*WHAT YOU WILL DO*. In the listing, find every line that has the string "revisionIdParams" and copy it.
[[ WORKING DATA, beginning ]]
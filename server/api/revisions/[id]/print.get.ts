import { revisionIdParams } from '../../../utils/records-schemas'

/**
 * What the print page shows: the frozen report and the title block, nothing that changes after
 * approval, and once sealed the page of every section as the seal printed them, for a person
 * opening the page (a render names its pages itself).
 */
export default defineEventHandler(async (event) => {
  const { id } = validParams(event, revisionIdParams)
  const user = await authorize(event, id)
  const detail = await getRevisionDetail(id, user)
  return { ...await printViewOf(detail), sealedPages: await sealedSectionPages(detail) }
})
[[ WORKING DATA, end ]]
*RESULT OF THE TASK*.
import { revisionIdParams } from '../../../utils/records-schemas'
  const { id } = validParams(event, revisionIdParams)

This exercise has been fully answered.